#### Exercise data
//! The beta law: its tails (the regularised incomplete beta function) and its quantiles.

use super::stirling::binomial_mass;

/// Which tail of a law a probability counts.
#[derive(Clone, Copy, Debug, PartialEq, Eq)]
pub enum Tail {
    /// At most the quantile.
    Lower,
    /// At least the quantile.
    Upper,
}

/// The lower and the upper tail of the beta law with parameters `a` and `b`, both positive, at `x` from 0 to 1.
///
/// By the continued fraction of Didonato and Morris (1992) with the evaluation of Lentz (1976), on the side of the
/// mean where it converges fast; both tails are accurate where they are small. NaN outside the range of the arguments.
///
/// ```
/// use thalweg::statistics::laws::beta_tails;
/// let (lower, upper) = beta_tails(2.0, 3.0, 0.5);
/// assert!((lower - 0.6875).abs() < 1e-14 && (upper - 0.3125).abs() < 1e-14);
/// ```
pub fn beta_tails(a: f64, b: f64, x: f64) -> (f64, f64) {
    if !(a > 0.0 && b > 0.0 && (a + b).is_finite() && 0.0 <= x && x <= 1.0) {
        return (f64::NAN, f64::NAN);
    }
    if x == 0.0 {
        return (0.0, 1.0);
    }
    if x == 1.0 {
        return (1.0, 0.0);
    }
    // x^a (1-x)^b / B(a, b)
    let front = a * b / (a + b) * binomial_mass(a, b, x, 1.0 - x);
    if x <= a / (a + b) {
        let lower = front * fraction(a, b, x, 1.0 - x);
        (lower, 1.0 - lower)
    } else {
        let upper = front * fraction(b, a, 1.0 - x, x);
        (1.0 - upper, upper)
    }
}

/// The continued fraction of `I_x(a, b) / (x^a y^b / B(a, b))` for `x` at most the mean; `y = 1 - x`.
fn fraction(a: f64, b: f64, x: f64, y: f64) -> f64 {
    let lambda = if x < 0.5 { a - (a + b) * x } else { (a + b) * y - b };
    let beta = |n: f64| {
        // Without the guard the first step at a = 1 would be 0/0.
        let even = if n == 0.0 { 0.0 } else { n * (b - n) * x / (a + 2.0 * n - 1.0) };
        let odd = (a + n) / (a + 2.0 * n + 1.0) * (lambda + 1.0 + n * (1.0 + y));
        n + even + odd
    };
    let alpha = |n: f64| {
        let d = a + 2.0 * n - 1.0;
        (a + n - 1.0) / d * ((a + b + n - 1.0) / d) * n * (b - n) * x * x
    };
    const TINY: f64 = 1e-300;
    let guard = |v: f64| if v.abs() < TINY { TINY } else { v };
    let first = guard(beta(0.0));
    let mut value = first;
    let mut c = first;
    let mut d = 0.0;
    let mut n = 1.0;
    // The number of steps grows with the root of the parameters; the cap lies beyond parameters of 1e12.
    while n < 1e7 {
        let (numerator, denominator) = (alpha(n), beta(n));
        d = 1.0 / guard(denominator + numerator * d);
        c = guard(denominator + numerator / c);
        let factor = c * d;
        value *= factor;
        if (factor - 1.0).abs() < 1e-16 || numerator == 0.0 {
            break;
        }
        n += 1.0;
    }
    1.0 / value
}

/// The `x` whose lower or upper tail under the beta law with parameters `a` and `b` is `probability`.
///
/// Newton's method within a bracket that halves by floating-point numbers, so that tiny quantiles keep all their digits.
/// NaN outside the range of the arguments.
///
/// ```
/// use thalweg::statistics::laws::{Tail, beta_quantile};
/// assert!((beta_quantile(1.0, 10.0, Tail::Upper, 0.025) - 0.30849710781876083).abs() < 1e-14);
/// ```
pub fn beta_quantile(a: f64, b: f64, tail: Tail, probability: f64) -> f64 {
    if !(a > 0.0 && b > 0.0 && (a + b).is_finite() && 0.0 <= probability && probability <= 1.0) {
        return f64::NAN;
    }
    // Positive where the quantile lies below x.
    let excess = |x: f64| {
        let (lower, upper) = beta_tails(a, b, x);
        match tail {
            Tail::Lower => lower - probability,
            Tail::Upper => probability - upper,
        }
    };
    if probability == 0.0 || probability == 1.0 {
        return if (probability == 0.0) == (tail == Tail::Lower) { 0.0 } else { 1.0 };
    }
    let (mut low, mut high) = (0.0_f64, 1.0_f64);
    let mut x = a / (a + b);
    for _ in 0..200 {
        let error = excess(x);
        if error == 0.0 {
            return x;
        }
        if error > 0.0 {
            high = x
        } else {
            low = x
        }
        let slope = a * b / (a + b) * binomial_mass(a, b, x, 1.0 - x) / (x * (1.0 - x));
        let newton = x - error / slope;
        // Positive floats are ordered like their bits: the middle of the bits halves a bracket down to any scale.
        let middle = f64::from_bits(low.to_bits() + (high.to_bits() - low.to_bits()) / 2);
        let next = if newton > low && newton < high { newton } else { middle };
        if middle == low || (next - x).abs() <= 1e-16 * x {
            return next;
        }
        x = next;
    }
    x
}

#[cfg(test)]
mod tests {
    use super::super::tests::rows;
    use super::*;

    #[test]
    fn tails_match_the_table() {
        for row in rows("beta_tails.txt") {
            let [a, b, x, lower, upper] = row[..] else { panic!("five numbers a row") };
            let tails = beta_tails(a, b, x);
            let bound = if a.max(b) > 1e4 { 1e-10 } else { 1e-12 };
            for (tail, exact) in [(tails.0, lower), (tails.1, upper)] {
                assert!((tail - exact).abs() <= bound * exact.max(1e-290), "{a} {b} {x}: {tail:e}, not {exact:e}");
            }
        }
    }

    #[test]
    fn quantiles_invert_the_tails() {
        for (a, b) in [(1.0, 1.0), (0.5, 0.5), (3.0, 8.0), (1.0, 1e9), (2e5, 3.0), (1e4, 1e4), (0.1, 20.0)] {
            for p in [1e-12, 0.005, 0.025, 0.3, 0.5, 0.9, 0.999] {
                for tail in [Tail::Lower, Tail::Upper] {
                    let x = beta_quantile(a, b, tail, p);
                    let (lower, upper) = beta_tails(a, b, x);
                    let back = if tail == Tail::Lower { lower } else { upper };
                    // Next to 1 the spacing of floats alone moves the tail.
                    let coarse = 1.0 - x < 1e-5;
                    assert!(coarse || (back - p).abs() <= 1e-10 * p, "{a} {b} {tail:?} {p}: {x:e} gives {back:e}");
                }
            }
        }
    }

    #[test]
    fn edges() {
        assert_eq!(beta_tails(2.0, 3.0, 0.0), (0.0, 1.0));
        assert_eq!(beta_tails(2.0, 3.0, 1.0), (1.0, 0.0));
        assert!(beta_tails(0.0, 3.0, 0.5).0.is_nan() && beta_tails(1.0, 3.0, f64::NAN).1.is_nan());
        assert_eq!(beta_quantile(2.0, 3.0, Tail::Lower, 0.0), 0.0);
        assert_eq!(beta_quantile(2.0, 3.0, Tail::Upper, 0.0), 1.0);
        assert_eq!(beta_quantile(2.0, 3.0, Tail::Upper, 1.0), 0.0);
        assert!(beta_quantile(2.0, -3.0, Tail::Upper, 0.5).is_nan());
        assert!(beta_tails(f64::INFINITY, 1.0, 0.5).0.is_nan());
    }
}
########
#### Exercise data
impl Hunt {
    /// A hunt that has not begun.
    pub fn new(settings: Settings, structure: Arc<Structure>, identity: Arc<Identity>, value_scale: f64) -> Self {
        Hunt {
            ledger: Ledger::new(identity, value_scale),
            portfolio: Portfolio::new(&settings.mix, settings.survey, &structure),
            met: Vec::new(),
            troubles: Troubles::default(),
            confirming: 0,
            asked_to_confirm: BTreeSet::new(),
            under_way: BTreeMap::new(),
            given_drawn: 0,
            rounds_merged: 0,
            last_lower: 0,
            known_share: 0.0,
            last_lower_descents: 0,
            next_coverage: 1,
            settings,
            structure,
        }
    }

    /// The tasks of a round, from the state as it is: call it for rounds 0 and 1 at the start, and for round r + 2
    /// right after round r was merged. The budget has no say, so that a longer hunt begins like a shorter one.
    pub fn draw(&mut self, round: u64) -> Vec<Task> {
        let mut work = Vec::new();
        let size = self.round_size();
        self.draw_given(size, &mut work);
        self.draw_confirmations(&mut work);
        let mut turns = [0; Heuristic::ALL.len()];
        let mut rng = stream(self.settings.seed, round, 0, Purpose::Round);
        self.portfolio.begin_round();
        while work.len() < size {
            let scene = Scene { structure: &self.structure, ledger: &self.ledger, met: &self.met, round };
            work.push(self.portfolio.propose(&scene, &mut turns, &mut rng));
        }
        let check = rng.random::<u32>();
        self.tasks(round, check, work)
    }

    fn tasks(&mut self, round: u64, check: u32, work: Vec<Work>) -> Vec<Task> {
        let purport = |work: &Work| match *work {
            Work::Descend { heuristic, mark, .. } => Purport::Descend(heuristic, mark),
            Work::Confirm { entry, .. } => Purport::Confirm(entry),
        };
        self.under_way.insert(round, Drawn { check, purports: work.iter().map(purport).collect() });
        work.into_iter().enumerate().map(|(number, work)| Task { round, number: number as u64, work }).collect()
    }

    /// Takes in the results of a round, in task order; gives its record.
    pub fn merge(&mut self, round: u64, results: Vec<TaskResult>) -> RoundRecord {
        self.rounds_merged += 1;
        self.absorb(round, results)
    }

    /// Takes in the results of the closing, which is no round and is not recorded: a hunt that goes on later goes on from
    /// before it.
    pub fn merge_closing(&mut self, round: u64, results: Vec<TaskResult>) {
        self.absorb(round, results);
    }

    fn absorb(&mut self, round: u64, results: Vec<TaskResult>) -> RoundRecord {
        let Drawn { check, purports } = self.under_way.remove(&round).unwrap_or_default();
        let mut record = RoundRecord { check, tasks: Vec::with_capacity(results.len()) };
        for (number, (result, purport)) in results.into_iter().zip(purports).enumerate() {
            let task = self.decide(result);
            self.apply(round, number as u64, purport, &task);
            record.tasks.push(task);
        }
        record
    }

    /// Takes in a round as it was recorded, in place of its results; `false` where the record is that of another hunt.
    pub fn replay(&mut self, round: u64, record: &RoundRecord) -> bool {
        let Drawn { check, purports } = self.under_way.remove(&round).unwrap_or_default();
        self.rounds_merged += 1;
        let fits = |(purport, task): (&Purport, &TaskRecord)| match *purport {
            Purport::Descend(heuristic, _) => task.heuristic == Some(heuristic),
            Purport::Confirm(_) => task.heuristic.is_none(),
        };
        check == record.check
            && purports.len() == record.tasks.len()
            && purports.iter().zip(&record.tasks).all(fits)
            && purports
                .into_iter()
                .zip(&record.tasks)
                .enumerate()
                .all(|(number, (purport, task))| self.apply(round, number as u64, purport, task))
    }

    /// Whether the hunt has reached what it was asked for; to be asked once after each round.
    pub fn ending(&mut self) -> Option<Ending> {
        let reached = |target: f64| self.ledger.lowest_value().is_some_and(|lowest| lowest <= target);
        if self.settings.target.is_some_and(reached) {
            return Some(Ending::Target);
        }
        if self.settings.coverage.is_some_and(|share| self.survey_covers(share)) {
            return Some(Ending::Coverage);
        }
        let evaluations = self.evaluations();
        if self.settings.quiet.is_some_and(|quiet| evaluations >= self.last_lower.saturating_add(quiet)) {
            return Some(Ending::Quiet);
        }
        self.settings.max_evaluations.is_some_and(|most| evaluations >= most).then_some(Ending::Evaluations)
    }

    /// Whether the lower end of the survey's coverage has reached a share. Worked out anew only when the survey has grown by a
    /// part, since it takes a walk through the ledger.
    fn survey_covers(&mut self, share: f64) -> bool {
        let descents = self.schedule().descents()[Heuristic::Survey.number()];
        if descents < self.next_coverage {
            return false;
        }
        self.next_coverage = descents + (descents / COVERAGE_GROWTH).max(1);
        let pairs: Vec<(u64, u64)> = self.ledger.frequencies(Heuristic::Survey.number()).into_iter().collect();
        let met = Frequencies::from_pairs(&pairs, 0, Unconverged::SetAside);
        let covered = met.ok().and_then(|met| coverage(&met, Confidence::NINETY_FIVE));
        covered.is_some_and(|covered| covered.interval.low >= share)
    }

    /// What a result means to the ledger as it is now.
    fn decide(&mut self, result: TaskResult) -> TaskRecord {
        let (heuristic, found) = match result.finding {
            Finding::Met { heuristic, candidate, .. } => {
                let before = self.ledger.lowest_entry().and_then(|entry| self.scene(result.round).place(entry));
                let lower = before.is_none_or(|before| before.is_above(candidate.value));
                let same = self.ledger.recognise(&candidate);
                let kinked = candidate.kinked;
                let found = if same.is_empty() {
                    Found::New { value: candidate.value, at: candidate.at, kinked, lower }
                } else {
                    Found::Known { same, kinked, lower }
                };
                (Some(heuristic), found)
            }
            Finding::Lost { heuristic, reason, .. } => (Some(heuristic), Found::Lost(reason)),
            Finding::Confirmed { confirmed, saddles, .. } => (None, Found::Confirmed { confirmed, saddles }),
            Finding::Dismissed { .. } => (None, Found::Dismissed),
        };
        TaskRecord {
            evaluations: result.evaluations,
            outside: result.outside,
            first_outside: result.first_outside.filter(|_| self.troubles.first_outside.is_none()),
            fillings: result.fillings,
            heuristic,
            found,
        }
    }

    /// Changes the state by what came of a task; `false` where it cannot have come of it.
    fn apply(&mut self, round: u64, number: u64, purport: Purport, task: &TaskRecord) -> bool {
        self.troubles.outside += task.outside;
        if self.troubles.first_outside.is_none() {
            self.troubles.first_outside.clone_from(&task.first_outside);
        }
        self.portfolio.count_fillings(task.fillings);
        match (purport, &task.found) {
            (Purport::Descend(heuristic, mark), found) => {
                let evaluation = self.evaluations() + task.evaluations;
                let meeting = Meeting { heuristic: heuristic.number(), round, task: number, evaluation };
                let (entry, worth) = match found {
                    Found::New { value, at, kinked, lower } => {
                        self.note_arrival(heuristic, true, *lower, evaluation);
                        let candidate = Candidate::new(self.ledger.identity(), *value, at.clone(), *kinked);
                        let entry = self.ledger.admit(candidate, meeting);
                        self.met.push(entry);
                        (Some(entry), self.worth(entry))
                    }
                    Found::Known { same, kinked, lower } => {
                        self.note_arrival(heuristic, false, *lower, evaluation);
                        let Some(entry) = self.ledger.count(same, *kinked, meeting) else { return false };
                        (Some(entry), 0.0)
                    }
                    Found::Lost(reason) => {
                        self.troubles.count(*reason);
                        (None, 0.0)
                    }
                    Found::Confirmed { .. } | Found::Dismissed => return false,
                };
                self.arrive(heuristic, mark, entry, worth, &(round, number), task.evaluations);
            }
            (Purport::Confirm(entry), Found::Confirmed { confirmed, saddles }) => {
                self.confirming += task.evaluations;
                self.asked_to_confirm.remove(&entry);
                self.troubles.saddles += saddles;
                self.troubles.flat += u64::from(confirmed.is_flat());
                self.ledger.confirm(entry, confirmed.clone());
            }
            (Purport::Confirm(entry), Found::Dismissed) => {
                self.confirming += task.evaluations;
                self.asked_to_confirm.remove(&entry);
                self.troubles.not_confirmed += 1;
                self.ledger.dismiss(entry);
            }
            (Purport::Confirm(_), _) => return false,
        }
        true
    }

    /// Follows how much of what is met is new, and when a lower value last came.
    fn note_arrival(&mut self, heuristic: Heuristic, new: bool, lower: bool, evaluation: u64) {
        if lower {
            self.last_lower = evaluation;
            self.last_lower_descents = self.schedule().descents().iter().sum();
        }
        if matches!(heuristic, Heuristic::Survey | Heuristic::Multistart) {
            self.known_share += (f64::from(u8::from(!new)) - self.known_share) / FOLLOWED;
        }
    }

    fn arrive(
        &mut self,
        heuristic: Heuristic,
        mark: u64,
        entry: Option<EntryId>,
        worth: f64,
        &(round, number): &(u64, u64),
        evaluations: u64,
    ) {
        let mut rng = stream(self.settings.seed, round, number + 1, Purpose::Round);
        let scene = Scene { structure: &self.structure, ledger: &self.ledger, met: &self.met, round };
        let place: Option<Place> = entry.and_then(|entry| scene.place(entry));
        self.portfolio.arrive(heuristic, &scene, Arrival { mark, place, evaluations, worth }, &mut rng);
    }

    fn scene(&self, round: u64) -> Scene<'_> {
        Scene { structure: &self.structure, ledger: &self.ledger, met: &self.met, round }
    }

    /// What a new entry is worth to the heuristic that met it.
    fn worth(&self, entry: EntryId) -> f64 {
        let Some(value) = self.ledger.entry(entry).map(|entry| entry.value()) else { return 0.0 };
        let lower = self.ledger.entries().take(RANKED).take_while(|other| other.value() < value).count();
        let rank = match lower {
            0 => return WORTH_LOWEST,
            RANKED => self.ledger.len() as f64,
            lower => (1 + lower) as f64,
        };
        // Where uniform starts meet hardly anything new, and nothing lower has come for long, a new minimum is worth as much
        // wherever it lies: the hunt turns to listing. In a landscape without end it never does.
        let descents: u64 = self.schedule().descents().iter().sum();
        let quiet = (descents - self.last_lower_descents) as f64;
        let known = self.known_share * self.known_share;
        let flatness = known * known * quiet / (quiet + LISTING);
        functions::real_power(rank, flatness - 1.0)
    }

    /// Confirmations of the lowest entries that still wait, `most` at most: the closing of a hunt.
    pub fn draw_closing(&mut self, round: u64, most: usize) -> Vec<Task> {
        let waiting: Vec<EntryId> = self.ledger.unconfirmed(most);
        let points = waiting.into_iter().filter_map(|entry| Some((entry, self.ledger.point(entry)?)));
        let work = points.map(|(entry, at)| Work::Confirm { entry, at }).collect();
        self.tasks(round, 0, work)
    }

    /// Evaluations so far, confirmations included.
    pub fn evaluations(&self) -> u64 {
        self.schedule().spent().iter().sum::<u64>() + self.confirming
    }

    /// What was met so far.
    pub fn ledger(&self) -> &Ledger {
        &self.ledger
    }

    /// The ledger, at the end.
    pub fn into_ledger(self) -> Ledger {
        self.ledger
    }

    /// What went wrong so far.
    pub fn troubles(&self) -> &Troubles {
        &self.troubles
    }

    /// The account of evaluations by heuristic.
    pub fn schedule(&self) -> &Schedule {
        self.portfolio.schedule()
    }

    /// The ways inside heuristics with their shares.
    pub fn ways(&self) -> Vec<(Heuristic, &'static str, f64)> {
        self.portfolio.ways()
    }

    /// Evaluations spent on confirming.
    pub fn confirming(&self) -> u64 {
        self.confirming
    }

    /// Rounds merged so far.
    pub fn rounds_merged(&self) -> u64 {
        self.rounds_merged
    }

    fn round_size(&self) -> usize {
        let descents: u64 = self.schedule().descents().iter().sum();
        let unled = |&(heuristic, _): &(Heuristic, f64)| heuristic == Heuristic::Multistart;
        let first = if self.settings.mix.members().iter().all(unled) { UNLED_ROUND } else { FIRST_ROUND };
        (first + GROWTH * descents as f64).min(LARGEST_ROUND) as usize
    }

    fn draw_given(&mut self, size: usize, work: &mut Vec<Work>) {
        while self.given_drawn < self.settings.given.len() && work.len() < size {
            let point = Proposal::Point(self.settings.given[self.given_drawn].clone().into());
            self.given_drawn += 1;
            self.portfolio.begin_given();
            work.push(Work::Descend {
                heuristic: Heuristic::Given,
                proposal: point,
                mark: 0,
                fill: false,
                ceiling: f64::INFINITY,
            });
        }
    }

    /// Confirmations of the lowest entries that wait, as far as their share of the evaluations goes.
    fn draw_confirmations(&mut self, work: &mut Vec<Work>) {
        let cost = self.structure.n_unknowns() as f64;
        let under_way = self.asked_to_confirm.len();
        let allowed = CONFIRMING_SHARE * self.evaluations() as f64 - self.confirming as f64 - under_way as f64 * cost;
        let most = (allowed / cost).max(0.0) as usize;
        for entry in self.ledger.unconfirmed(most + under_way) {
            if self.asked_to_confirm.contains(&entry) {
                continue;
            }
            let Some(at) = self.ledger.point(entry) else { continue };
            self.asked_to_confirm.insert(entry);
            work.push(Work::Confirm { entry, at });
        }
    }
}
########
* _About this exercise_
This exercise needs every line of the listing that contains the word "tasks".

* _Reply_
    /// The tasks of a round, from the state as it is: call it for rounds 0 and 1 at the start, and for round r + 2
        self.tasks(round, check, work)
    fn tasks(&mut self, round: u64, check: u32, work: Vec<Work>) -> Vec<Task> {
        let mut record = RoundRecord { check, tasks: Vec::with_capacity(results.len()) };
            record.tasks.push(task);
            && purports.len() == record.tasks.len()
            && purports.iter().zip(&record.tasks).all(fits)
                .zip(&record.tasks)
        self.tasks(round, 0, work)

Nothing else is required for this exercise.